What the task requires. Reproduce the opening lines of the records exactly, up to and including the line in which "use common::*;" occurs.

Task material.
//! Categorical indicators (reference dropped), product columns, and names with spaces and
//! Unicode. Expected columns are written out by hand from the definition of a dummy (indicator)
//! coding: one 0/1 column per level other than the reference (common practice).

mod common;

use common::*;
use specgrid_data::{assemble, load, DataWarning};
use specgrid_study::{Condition, Term, Transform, Value};

const CSV: &str = "yield_t,variety,irrigated,visits,block\n\
3.1,nimbus,1,2,10\n\
4.2,cirrus,0,3,2\n\
2.7,nimbus,0,1,2\n\
5.9,stratus,1,7,10\n\
4.4,cirrus,1,2,2\n\
3.8,stratus,0,4,10\n\
6.3,nimbus,1,9,2\n";

#[test]
fn text_categorical_drops_first_sorted_level() {
    let dir = tempfile::tempdir().unwrap();
    let path = write(dir.path(), "o.csv", CSV);
    let plan = simple_plan(&path, "yield_t", vec![cat("variety", None)]);
    let a = assemble(&plan, &load(&plan).unwrap()).unwrap();
    let d = &a.designs[0].design;
    // Levels sorted: cirrus (reference), nimbus, stratus.
    assert_eq!(
        d.x_names,
        vec!["(intercept)", "variety=nimbus", "variety=stratus"]
    );
    assert_eq!(x_col(d, 0), vec![1.0; 7]);
    assert_eq!(x_col(d, 1), vec![1., 0., 1., 0., 0., 0., 1.]);
    assert_eq!(x_col(d, 2), vec![0., 0., 0., 1., 0., 1., 0.]);
    assert_eq!(a.designs[0].term_columns, vec![Some(1..3)]);
}

#[test]
fn named_reference_and_numeric_codes_sort_numerically() {
    let dir = tempfile::tempdir().unwrap();
    let path = write(dir.path(), "o.csv", CSV);
    let plan = simple_plan(
        &path,
        "yield_t",
        vec![cat("variety", Some("stratus")), cat("block", None)],
    );
    let a = assemble(&plan, &load(&plan).unwrap()).unwrap();
    let d = &a.designs[0].design;
    // block codes 2 and 10: numeric order puts 2 first (text order would put "10" first).
    assert_eq!(
        d.x_names,
        vec![
            "(intercept)",
            "variety=cirrus",
            "variety=nimbus",
            "block=10"
        ]
    );
    assert_eq!(x_col(d, 3), vec![1., 0., 0., 1., 0., 1., 0.]);
}

#[test]
fn levels_absent_from_sample_give_no_column() {
    let dir = tempfile::tempdir().unwrap();
    let path = write(dir.path(), "o.csv", CSV);
    let mut plan = simple_plan(&path, "yield_t", vec![cat("variety", None)]);
    plan.samples[0].conditions.push(Condition::NotInSet {
        column: "variety".into(),
        levels: vec!["stratus".into()],
    });
    let a = assemble(&plan, &load(&plan).unwrap()).unwrap();
    let d = &a.designs[0].design;
    assert_eq!(d.x_names, vec!["(intercept)", "variety=nimbus"]);
    assert_eq!(a.designs[0].account.rows_kept, 5);
}

#[test]
fn product_of_numeric_and_categorical() {
    let dir = tempfile::tempdir().unwrap();
    let path = write(dir.path(), "o.csv", CSV);
    let product = Term::Product(
        Box::new(num("visits", Transform::Level)),
        Box::new(cat("irrigated", None)),
    );
    let plan = simple_plan(&path, "yield_t", vec![product]);
    let a = assemble(&plan, &load(&plan).unwrap()).unwrap();
    let d = &a.designs[0].design;
    assert_eq!(d.x_names, vec!["(intercept)", "visits × irrigated=1"]);
    // visits · 1{irrigated = 1}
    assert_eq!(x_col(d, 1), vec![2., 0., 0., 7., 2., 0., 9.]);
}

#[test]
fn product_of_two_categoricals_has_one_column_per_pair() {
    let dir = tempfile::tempdir().unwrap();
    let path = write(dir.path(), "o.csv", CSV);
    let product = Term::Product(
        Box::new(cat("variety", None)),
        Box::new(cat("irrigated", None)),
    );
    let plan = simple_plan(&path, "yield_t", vec![product]);
    let a = assemble(&plan, &load(&plan).unwrap()).unwrap();
    let d = &a.designs[0].design;
    assert_eq!(
        d.x_names,
        vec![
            "(intercept)",
            "variety=nimbus × irrigated=1",
            "variety=stratus × irrigated=1"
        ]
    );
    assert_eq!(x_col(d, 1), vec![1., 0., 0., 0., 0., 0., 1.]);
    assert_eq!(x_col(d, 2), vec![0., 0., 0., 1., 0., 0., 0.]);
}

#[test]
fn product_of_numerics_is_elementwise() {
    let dir = tempfile::tempdir().unwrap();
    let path = write(dir.path(), "o.csv", CSV);
    let product = Term::Product(
        Box::new(num("visits", Transform::Power(2))),
        Box::new(num("block", Transform::Level)),
    );
    let plan = simple_plan(&path, "yield_t", vec![product]);
    let a = assemble(&plan, &load(&plan).unwrap()).unwrap();
    let d = &a.designs[0].design;
    assert_eq!(d.x_names[1], "visits^2 × block");
    assert_eq!(x_col(d, 1), vec![40., 18., 2., 490., 8., 160., 162.]);
}

#[test]
fn single_level_categorical_warns_and_adds_no_columns() {
    let dir = tempfile::tempdir().unwrap();
    let path = write(dir.path(), "o.csv", CSV);
    let mut plan = simple_plan(
        &path,
        "yield_t",
        vec![num("visits", Transform::Level), cat("variety", None)],
    );
    plan.samples[0].conditions.push(Condition::Compare {
        column: "variety".into(),
        comparison: specgrid_study::Comparison::Equal,
        value: Value::Text("nimbus".into()),
    });
    let a = assemble(&plan, &load(&plan).unwrap()).unwrap();
    let d = &a.designs[0];
    assert_eq!(d.design.x_names, vec!["(intercept)", "visits"]);
    assert_eq!(d.term_columns, vec![Some(1..2), Some(2..2)]);
    assert!(a.warnings.contains(&DataWarning::SingleLevel {
        sample: "all".into(),
        column: "variety".into(),
        level: "nimbus".into(),
        rows: 3,
    }));
    let text = a
        .warnings
        .iter()
        .map(|w| w.to_string())
        .collect::<Vec<_>>()
        .join("\n");
    assert!(
        text.contains("`variety` has the single level `nimbus` in all 3 rows"),
        "{text}"
    );
}

#[test]
fn unicode_and_spaces_in_column_names() {
    let dir = tempfile::tempdir().unwrap();
    let csv = "Ertrag (t/ha),Fläche in ha,sorte ✓\n\
               3.0,1.0,äpfel\n\
               4.5,2.0,birnen\n\
               2.5,0.5,äpfel\n\
               5.0,3.0,birnen\n";
    let path = write(dir.path(), "obstgärten daten.csv", csv);
    let plan = simple_plan(
        &path,
        "Ertrag (t/ha)",
        vec![num("Fläche in ha", Transform::Log), cat("sorte ✓", None)],
    );
    let a = assemble(&plan, &load(&plan).unwrap()).unwrap();
    let d = &a.designs[0].design;
    // Text order by code point: "birnen" < "äpfel", so "birnen" is the reference.
    assert_eq!(
        d.x_names,
        vec!["(intercept)", "log(Fläche in ha)", "sorte ✓=äpfel"]
    );
    assert_eq!(d.y_names, vec!["Ertrag (t/ha)"]);
    assert_eq!(x_col(d, 2), vec![1., 0., 1., 0.]);
}

#[test]
fn model_spec_maps_terms_to_union_columns() {
    let dir = tempfile::tempdir().unwrap();
    let path = write(dir.path(), "o.csv", CSV);
    let mut plan = simple_plan(
        &path,
        "yield_t",
        vec![num("visits", Transform::Level), cat("variety", None)],
    );
    // A second model with only the categorical term, tracked.
    let mut second = model(0, 0, vec![1]);
    second.intercept = false;
    plan.models.push(second);
    let a = assemble(&plan, &load(&plan).unwrap()).unwrap();
    let d = &a.designs[0];
    assert_eq!(d.models, vec![0, 1]);
    let spec = d.model_spec(&plan.models[0]).unwrap();
    assert_eq!(spec.columns, vec![0, 1, 2, 3]);
    assert_eq!(spec.tracked, vec![1]);
    assert_eq!(spec.outcome, 0);
    let spec = d.model_spec(&plan.models[1]).unwrap();
    assert_eq!(spec.columns, vec![2, 3]);
    assert_eq!(spec.tracked, vec![2, 3]);
}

Answer area.
//! Categorical indicators (reference dropped), product columns, and names with spaces and
//! Unicode. Expected columns are written out by hand from the definition of a dummy (indicator)
//! coding: one 0/1 column per level other than the reference (common practice).

mod common;

use common::*;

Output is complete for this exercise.